───── Records for the task ─────

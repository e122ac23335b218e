"""Forecasts for invented experiments: one concept per module.

`experiment` (the `Experiment` spec and its TOML reader) → `knox` (beam-deconvolved white noise and the
Gaussian band-power covariance, Knox 1995, Phys. Rev. D 52, 4307) → `mock` (binned fiducial spectra
plus one Gaussian draw: a dataset like any other) and `fisher` (Fisher matrices of any band-power
model, Tegmark, Taylor & Heavens 1997, ApJ 480, 22).
"""
from __future__ import annotations

from infer.forecast.experiment import (FIDUCIAL_OPTIONAL, FIDUCIAL_REQUIRED, MAX_BANDS, Experiment,
                                       read_experiment)
from infer.forecast.fisher import NumericalFisher, fisher_matrix, numerical_fisher
from infer.forecast.knox import KnoxBands, knox_covariance, noise_dl
from infer.forecast.mock import simulate

__all__ = ["Experiment", "read_experiment", "FIDUCIAL_REQUIRED", "FIDUCIAL_OPTIONAL", "MAX_BANDS",
           "noise_dl", "KnoxBands", "knox_covariance", "simulate", "fisher_matrix", "numerical_fisher",
           "NumericalFisher"]
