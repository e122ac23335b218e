"""SACC files (the open summary-statistics format, FITS form) read into, and written from, `BandPowers`.

The file is parsed by the `sacc` library itself (``sacc.Sacc.load_fits``, PyPI package ``sacc``); what
this module adds is the mapping onto our dataset and its checks (`infer.data.checks.assemble`). Files are
data: FITS tables through astropy, no pickles, no code. The bytes are read once, digested (SHA-256,
recorded in chains) and parsed from a private copy, so the digest is that of exactly what was checked.

Mapping (SACC → ours):

* data types: ``cl_00``/``cmb_temperature_cl`` → TT; ``cl_0e``/``cmb_temperaturePolarization_cl_e`` → TE
  (T map from the first tracer); ``cl_e0`` → TE with the tracers swapped; ``cl_ee``/``cmb_polarization_cl_ee``
  → EE; ``cl_bb``/``cmb_polarization_cl_bb`` → BB. TB and EB types, and every other type, are refused.
* tracers → channels: the channel name is the tracer's metadata ``channel`` if it has one, else the tracer
  name with a trailing ``_s0``/``_s2`` removed (a common naming of a channel's spin-0 and spin-2 maps; from
  memory), so
  a channel's T and E tracers merge into one channel (they must then agree on frequency and bandpass).
  The frequency (GHz) is the metadata ``nu_ghz``, else a ``NuMap`` tracer's single frequency, else the
  transmission-weighted mean ∫ν τ dν / ∫τ dν of its bandpass, which is kept as the channel's bandpass
  (weights taken as our response to a source of constant specific intensity, `infer.model.sed`). A file
  whose tracers all map to one channel without any frequency is a single-channel dataset (the unnamed
  channel). Tracers with a spin (``Map``, ``NuMap``) must have spin 0 in a T slot and spin 2 in E/B.
  Beams are not applied: band powers are taken as beam-deconvolved (a warning names a tracer whose beam
  is not 1).
* windows: each point's ``window`` tag must be a ``BandpowerWindow`` (its ``window_ind`` column), a
  tabulated ``Window`` or a ``TopHat`` [min, max) (SACC's exclusive upper end); all are placed on one
  contiguous integer ℓ grid. The weights act on the declared spectrum and must sum to 1 (our rule).
* ℓ_eff is the ``ell`` tag. Band edges: the tags ``ell_lo``/``ell_hi`` when every point has them; else, in
  each (kind, pair) block, the window supports when they do not overlap, else halfway between neighbouring
  ℓ_eff (outer edges: the window support).
* order: the bands are sorted into our canonical order — kinds TT, TE, EE, BB, then pairs in order of first
  appearance in the file, then ℓ_eff — and the covariance (full, block-diagonal or diagonal; made dense) is
  permuted with them, which leaves the likelihood unchanged.
* units: SACC does not record whether a value is C_ℓ or D_ℓ, nor its unit. They come from the ``units``
  argument (the run file's ``dataset.units``) or the file's metadata ``units`` (one of `UNITS`; our
  writer records it); both given must agree, neither is refused. A tracer ``map_unit`` of ``uK_CMB`` or
  ``K_CMB`` must agree with the unit part.
* optional per-point tags ``noise`` and ``fiducial`` (declared units) are read when every point has them.

`write` stores a `BandPowers` in this mapping (one spin-0 and one spin-2 ``NuMap`` tracer per channel, ``Map``
tracers ``cmb_s0``/``cmb_s2`` for the unnamed channel,
one ``BandpowerWindow``, a full covariance, metadata ``units``/``experiment``/``format``) so that `read` gives it
back; `replaceable` tells whether ``--replace`` may overwrite an existing file (one this writer made).
"""
from __future__ import annotations

import hashlib
import logging
import math
import numbers
import os
import tempfile
import warnings
from pathlib import Path

import numpy as np

from infer import validate
from infer.data.bandpowers import CHANNEL_NAME, UNITS, BandPowers, Channel, pair_label
from infer.data.checks import WINDOW_SUM_TOL, assemble, multipoles, read_bytes
from infer.errors import UserError
from infer.theory.base import KINDS

SUFFIXES = (".fits", ".fit", ".sacc")
#: The first bytes of every FITS file (FITS Standard 4.0, §4.4.1.1: the first card is SIMPLE = T).
FITS_SIGNATURE = b"SIMPLE  ="

#: SACC data type → (our kind, tracers swapped).
DATA_TYPES = {
    "cl_00": ("TT", False), "cmb_temperature_cl": ("TT", False),
    "cl_0e": ("TE", False), "cmb_temperaturePolarization_cl_e": ("TE", False), "cl_e0": ("TE", True),
    "cl_ee": ("EE", False), "cmb_polarization_cl_ee": ("EE", False),
    "cl_bb": ("BB", False), "cmb_polarization_cl_bb": ("BB", False),
}
#: CMB spectra SACC knows but infer does not model.
UNMODELLED = {"cl_0b": "TB", "cl_b0": "BT", "cl_eb": "EB", "cl_be": "BE", "cmb_polarization_cl_eb": "EB",
              "cmb_polarization_cl_be": "BE", "cmb_temperaturePolarization_cl_b": "TB"}
#: Spin required of each map of a kind.
SPINS = {"TT": (0, 0), "TE": (0, 2), "EE": (2, 2), "BB": (2, 2)}
#: Frequency units of a NuMap tracer → GHz.
NU_UNITS = {"GHz": 1.0, "MHz": 1e-3, "kHz": 1e-6, "Hz": 1e-9, "THz": 1e3}
#: Map units whose scale we can cross-check against the declared units.
MAP_UNITS = {"uK_CMB": "uK2", "K_CMB": "K2"}
SHOW_UNIT = {"uK2": "μK²", "K2": "K²"}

─────

Exercise = Among the entries above, identify all lines with "deconvolved" and copy them.

Expected answer =
`experiment` (the `Experiment` spec and its TOML reader) → `knox` (beam-deconvolved white noise and the
  Beams are not applied: band powers are taken as beam-deconvolved (a warning names a tracer whose beam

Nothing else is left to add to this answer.